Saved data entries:
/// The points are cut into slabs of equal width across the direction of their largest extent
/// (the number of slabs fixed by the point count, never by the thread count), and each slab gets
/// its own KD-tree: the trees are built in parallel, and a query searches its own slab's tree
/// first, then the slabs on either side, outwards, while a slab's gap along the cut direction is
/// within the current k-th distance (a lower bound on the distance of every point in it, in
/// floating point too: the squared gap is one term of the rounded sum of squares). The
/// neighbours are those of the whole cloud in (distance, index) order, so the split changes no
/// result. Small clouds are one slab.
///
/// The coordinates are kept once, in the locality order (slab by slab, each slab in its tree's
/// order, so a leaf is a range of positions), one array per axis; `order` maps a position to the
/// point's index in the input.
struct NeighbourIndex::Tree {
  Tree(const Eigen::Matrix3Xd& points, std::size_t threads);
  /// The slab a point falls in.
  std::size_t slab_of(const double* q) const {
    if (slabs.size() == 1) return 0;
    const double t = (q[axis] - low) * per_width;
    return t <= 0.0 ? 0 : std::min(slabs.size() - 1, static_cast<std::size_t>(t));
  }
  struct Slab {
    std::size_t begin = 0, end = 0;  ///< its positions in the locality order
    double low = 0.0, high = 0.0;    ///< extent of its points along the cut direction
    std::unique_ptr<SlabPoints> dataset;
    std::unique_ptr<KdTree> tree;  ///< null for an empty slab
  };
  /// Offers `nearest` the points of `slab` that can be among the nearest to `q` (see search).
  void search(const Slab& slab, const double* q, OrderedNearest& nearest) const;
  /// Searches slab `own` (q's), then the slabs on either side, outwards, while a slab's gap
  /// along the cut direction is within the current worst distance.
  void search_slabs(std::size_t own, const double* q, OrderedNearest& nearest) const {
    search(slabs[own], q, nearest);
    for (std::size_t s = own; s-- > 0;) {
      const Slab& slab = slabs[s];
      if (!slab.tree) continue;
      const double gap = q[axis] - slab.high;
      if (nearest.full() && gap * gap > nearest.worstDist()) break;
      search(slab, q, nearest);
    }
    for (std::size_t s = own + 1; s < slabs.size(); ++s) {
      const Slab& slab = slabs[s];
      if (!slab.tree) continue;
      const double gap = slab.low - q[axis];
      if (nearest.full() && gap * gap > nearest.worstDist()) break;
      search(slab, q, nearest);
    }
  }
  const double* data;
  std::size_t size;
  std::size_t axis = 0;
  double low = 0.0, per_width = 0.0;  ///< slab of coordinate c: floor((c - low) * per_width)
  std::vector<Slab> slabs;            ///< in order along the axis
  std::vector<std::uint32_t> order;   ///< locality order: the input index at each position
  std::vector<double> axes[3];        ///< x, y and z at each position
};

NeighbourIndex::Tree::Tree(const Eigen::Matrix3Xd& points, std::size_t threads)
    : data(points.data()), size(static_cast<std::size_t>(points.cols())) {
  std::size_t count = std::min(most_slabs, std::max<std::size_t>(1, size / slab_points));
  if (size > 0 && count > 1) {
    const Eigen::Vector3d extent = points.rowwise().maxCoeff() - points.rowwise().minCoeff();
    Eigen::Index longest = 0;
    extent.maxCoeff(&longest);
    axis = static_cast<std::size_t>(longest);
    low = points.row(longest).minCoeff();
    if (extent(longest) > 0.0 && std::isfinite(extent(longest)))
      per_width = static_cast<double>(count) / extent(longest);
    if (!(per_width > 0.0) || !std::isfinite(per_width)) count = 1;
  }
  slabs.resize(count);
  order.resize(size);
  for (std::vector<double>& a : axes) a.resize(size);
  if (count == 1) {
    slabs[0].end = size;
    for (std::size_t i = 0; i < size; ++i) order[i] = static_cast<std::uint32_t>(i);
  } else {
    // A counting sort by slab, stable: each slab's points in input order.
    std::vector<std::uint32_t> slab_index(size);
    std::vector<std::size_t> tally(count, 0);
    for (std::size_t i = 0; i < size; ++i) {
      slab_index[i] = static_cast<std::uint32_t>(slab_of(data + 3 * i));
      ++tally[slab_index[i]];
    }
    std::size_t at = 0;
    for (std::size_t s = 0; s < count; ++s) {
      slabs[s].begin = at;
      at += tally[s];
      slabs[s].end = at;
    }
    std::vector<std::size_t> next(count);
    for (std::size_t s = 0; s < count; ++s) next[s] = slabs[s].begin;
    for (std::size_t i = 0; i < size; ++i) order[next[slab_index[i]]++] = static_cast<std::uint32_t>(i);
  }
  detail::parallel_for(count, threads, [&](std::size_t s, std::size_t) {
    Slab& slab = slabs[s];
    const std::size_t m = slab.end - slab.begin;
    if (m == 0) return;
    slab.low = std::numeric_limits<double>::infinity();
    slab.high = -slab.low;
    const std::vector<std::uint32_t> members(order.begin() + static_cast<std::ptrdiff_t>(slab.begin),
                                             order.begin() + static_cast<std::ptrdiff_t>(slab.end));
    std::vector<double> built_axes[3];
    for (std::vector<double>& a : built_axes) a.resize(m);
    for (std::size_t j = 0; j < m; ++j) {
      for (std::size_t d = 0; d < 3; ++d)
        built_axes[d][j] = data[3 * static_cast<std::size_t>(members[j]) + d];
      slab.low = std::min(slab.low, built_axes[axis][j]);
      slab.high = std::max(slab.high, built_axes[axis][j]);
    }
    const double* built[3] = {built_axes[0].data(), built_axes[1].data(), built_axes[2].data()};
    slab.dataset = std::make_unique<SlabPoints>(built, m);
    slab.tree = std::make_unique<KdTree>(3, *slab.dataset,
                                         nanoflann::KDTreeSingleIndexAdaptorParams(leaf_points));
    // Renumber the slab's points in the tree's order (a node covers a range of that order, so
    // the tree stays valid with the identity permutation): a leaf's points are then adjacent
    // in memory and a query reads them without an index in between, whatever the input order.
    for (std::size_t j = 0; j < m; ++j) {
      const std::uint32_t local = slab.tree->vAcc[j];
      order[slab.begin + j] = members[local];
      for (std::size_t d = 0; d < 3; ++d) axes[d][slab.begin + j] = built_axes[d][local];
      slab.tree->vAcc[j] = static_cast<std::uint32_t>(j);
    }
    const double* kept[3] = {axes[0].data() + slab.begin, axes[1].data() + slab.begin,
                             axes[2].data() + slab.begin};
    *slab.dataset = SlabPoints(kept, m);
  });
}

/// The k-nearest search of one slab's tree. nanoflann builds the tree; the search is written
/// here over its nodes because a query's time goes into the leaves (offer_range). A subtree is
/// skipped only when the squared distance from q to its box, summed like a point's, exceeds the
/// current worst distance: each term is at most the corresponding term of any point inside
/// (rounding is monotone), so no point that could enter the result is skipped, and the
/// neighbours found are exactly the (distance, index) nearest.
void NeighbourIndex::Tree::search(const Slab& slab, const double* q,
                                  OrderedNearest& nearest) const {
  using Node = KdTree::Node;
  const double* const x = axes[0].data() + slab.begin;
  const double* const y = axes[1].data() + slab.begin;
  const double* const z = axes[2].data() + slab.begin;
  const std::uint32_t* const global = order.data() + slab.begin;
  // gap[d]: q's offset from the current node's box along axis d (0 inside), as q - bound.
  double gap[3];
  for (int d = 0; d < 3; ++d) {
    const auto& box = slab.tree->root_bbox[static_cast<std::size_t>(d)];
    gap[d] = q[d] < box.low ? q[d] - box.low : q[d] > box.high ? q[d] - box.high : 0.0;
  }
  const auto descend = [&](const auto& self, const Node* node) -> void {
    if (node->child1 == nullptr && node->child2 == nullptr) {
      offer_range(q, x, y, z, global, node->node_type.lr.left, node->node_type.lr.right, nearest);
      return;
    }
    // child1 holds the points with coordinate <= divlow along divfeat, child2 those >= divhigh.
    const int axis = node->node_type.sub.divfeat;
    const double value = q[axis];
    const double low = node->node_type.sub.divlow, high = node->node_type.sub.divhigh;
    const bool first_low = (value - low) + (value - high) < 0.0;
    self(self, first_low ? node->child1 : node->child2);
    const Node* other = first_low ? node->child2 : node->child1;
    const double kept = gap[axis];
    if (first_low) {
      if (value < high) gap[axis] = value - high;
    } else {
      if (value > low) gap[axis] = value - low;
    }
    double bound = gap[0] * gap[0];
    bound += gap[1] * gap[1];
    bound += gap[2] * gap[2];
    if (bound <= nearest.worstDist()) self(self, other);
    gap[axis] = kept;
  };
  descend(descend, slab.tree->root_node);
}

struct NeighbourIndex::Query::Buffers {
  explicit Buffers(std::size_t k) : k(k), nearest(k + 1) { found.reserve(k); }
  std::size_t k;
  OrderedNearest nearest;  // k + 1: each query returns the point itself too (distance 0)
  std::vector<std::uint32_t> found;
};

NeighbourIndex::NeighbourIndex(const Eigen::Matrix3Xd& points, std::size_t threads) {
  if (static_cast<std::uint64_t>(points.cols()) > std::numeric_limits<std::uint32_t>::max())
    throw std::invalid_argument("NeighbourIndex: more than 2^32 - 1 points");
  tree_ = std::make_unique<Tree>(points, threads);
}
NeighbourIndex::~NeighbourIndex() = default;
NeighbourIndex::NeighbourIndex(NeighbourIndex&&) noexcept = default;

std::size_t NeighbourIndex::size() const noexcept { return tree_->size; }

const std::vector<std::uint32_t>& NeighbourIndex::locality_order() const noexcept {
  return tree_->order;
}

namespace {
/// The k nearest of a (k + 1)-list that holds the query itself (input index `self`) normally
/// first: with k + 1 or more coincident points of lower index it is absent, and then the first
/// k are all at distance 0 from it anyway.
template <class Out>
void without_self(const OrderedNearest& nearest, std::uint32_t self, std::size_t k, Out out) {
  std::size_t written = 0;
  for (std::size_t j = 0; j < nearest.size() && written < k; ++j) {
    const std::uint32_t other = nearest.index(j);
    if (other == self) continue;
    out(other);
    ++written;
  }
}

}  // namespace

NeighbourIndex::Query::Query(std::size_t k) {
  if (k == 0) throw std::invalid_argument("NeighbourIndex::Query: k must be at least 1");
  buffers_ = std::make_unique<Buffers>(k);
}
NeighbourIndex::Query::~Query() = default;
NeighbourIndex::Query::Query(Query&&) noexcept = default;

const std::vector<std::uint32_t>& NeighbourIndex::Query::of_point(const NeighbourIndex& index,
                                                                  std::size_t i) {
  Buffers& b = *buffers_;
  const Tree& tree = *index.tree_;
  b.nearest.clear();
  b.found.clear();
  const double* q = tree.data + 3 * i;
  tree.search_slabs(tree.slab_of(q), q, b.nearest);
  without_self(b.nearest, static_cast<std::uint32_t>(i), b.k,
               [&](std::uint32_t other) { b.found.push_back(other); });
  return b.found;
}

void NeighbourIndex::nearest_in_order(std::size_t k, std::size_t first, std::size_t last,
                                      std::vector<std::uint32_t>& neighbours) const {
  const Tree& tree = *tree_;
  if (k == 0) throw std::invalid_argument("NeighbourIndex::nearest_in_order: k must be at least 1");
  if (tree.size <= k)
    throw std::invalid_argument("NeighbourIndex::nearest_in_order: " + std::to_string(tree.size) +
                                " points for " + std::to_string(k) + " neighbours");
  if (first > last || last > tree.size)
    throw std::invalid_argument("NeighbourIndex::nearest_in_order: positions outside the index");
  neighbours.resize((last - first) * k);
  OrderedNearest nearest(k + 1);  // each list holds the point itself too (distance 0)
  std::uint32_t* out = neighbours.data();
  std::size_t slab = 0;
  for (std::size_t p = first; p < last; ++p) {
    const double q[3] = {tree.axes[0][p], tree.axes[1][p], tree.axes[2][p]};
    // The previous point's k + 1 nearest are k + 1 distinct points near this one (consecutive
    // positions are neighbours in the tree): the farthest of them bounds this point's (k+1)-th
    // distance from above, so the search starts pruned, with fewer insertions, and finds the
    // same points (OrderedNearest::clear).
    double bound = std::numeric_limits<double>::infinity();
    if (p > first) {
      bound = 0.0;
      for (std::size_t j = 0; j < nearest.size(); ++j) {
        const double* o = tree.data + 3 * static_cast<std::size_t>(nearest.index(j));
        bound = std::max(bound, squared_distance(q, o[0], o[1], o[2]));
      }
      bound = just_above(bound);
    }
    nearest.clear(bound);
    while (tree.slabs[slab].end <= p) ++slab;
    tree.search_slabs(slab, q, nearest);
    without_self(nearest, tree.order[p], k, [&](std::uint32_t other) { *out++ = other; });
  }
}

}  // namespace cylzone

* Task to carry out
In the entries above, find lines with "maxCoeff" and copy each.

* Exercise answer
    const Eigen::Vector3d extent = points.rowwise().maxCoeff() - points.rowwise().minCoeff();
    extent.maxCoeff(&longest);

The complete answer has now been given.